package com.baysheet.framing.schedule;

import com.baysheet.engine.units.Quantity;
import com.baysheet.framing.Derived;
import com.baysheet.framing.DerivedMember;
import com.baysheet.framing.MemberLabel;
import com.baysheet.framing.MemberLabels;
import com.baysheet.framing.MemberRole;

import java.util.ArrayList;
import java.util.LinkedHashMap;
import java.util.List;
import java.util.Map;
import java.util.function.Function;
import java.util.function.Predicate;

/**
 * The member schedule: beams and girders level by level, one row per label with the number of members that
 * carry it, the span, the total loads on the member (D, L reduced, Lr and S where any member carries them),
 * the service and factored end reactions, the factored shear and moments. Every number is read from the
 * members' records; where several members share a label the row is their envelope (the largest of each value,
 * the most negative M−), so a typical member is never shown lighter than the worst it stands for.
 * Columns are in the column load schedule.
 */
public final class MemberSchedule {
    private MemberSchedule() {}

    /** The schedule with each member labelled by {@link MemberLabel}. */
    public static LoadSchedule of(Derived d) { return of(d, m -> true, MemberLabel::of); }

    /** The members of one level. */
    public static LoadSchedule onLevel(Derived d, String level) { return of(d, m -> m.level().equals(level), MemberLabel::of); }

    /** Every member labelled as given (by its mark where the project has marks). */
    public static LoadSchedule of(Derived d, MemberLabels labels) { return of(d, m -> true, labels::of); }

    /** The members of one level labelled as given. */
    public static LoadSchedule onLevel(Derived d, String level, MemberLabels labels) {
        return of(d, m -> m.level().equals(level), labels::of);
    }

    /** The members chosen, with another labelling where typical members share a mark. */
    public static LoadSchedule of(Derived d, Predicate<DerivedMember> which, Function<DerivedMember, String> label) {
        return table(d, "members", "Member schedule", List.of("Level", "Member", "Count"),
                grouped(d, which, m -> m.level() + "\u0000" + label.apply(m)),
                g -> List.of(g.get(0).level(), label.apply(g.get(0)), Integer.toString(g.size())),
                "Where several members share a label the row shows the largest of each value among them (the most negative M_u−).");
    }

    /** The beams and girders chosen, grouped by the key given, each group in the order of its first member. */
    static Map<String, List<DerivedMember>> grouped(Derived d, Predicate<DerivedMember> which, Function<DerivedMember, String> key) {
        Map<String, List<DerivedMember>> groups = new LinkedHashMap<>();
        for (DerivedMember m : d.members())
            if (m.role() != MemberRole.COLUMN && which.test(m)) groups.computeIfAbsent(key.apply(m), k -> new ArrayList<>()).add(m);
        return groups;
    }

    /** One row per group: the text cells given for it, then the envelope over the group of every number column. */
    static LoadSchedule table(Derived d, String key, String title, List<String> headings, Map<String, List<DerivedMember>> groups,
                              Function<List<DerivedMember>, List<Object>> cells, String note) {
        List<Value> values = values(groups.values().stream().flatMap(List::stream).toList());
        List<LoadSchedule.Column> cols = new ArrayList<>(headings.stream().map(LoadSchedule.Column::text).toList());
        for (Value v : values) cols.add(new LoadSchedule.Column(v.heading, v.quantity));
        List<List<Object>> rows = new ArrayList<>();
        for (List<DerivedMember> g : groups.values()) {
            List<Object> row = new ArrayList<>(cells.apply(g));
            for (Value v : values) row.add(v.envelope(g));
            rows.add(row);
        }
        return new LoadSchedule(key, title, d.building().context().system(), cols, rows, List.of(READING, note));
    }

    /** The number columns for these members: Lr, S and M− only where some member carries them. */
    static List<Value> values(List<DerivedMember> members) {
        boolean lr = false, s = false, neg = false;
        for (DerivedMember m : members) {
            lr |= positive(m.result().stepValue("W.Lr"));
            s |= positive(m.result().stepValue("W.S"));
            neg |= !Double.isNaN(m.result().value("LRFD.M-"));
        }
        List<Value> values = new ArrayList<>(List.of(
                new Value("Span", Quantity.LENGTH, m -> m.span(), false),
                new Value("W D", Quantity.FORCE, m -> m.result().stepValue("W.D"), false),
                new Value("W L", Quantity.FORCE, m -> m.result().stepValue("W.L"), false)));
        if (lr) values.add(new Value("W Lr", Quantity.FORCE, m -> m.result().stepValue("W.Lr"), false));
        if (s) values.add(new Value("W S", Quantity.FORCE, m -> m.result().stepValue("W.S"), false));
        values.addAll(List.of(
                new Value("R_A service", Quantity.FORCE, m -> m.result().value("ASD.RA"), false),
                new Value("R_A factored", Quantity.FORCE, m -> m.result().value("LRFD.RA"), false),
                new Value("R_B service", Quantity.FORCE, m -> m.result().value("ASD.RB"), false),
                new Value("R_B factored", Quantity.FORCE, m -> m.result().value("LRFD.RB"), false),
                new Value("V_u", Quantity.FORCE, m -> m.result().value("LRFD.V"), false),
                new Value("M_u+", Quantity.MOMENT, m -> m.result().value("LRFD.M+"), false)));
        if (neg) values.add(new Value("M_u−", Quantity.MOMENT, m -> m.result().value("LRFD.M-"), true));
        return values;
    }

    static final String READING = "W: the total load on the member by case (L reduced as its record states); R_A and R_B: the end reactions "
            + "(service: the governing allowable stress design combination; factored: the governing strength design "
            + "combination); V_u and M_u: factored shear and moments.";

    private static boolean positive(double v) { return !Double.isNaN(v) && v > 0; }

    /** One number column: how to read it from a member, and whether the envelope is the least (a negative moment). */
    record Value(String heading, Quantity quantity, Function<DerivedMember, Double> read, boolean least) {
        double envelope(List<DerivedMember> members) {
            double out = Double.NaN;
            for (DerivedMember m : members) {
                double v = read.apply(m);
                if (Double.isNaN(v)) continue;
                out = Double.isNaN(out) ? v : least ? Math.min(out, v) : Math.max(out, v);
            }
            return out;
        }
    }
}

===============

Having read the entries above, restate them all word for word.

Result of the exercise:
package com.baysheet.framing.schedule;

import com.baysheet.engine.units.Quantity;
import com.baysheet.framing.Derived;
import com.baysheet.framing.DerivedMember;
import com.baysheet.framing.MemberLabel;
import com.baysheet.framing.MemberLabels;
import com.baysheet.framing.MemberRole;

import java.util.ArrayList;
import java.util.LinkedHashMap;
import java.util.List;
import java.util.Map;
import java.util.function.Function;
import java.util.function.Predicate;

/**
 * The member schedule: beams and girders level by level, one row per label with the number of members that
 * carry it, the span, the total loads on the member (D, L reduced, Lr and S where any member carries them),
 * the service and factored end reactions, the factored shear and moments. Every number is read from the
 * members' records; where several members share a label the row is their envelope (the largest of each value,
 * the most negative M−), so a typical member is never shown lighter than the worst it stands for.
 * Columns are in the column load schedule.
 */
public final class MemberSchedule {
    private MemberSchedule() {}

    /** The schedule with each member labelled by {@link MemberLabel}. */
    public static LoadSchedule of(Derived d) { return of(d, m -> true, MemberLabel::of); }

    /** The members of one level. */
    public static LoadSchedule onLevel(Derived d, String level) { return of(d, m -> m.level().equals(level), MemberLabel::of); }

    /** Every member labelled as given (by its mark where the project has marks). */
    public static LoadSchedule of(Derived d, MemberLabels labels) { return of(d, m -> true, labels::of); }

    /** The members of one level labelled as given. */
    public static LoadSchedule onLevel(Derived d, String level, MemberLabels labels) {
        return of(d, m -> m.level().equals(level), labels::of);
    }

    /** The members chosen, with another labelling where typical members share a mark. */
    public static LoadSchedule of(Derived d, Predicate<DerivedMember> which, Function<DerivedMember, String> label) {
        return table(d, "members", "Member schedule", List.of("Level", "Member", "Count"),
                grouped(d, which, m -> m.level() + "\u0000" + label.apply(m)),
                g -> List.of(g.get(0).level(), label.apply(g.get(0)), Integer.toString(g.size())),
                "Where several members share a label the row shows the largest of each value among them (the most negative M_u−).");
    }

    /** The beams and girders chosen, grouped by the key given, each group in the order of its first member. */
    static Map<String, List<DerivedMember>> grouped(Derived d, Predicate<DerivedMember> which, Function<DerivedMember, String> key) {
        Map<String, List<DerivedMember>> groups = new LinkedHashMap<>();
        for (DerivedMember m : d.members())
            if (m.role() != MemberRole.COLUMN && which.test(m)) groups.computeIfAbsent(key.apply(m), k -> new ArrayList<>()).add(m);
        return groups;
    }

    /** One row per group: the text cells given for it, then the envelope over the group of every number column. */
    static LoadSchedule table(Derived d, String key, String title, List<String> headings, Map<String, List<DerivedMember>> groups,
                              Function<List<DerivedMember>, List<Object>> cells, String note) {
        List<Value> values = values(groups.values().stream().flatMap(List::stream).toList());
        List<LoadSchedule.Column> cols = new ArrayList<>(headings.stream().map(LoadSchedule.Column::text).toList());
        for (Value v : values) cols.add(new LoadSchedule.Column(v.heading, v.quantity));
        List<List<Object>> rows = new ArrayList<>();
        for (List<DerivedMember> g : groups.values()) {
            List<Object> row = new ArrayList<>(cells.apply(g));
            for (Value v : values) row.add(v.envelope(g));
            rows.add(row);
        }
        return new LoadSchedule(key, title, d.building().context().system(), cols, rows, List.of(READING, note));
    }

    /** The number columns for these members: Lr, S and M− only where some member carries them. */
    static List<Value> values(List<DerivedMember> members) {
        boolean lr = false, s = false, neg = false;
        for (DerivedMember m : members) {
            lr |= positive(m.result().stepValue("W.Lr"));
            s |= positive(m.result().stepValue("W.S"));
            neg |= !Double.isNaN(m.result().value("LRFD.M-"));
        }
        List<Value> values = new ArrayList<>(List.of(
                new Value("Span", Quantity.LENGTH, m -> m.span(), false),
                new Value("W D", Quantity.FORCE, m -> m.result().stepValue("W.D"), false),
                new Value("W L", Quantity.FORCE, m -> m.result().stepValue("W.L"), false)));
        if (lr) values.add(new Value("W Lr", Quantity.FORCE, m -> m.result().stepValue("W.Lr"), false));
        if (s) values.add(new Value("W S", Quantity.FORCE, m -> m.result().stepValue("W.S"), false));
        values.addAll(List.of(
                new Value("R_A service", Quantity.FORCE, m -> m.result().value("ASD.RA"), false),
                new Value("R_A factored", Quantity.FORCE, m -> m.result().value("LRFD.RA"), false),
                new Value("R_B service", Quantity.FORCE, m -> m.result().value("ASD.RB"), false),
                new Value("R_B factored", Quantity.FORCE, m -> m.result().value("LRFD.RB"), false),
                new Value("V_u", Quantity.FORCE, m -> m.result().value("LRFD.V"), false),
                new Value("M_u+", Quantity.MOMENT, m -> m.result().value("LRFD.M+"), false)));
        if (neg) values.add(new Value("M_u−", Quantity.MOMENT, m -> m.result().value("LRFD.M-"), true));
        return values;
    }

    static final String READING = "W: the total load on the member by case (L reduced as its record states); R_A and R_B: the end reactions "
            + "(service: the governing allowable stress design combination; factored: the governing strength design "
            + "combination); V_u and M_u: factored shear and moments.";

    private static boolean positive(double v) { return !Double.isNaN(v) && v > 0; }

    /** One number column: how to read it from a member, and whether the envelope is the least (a negative moment). */
    record Value(String heading, Quantity quantity, Function<DerivedMember, Double> read, boolean least) {
        double envelope(List<DerivedMember> members) {
            double out = Double.NaN;
            for (DerivedMember m : members) {
                double v = read.apply(m);
                if (Double.isNaN(v)) continue;
                out = Double.isNaN(out) ? v : least ? Math.min(out, v) : Math.max(out, v);
            }
            return out;
        }
    }
}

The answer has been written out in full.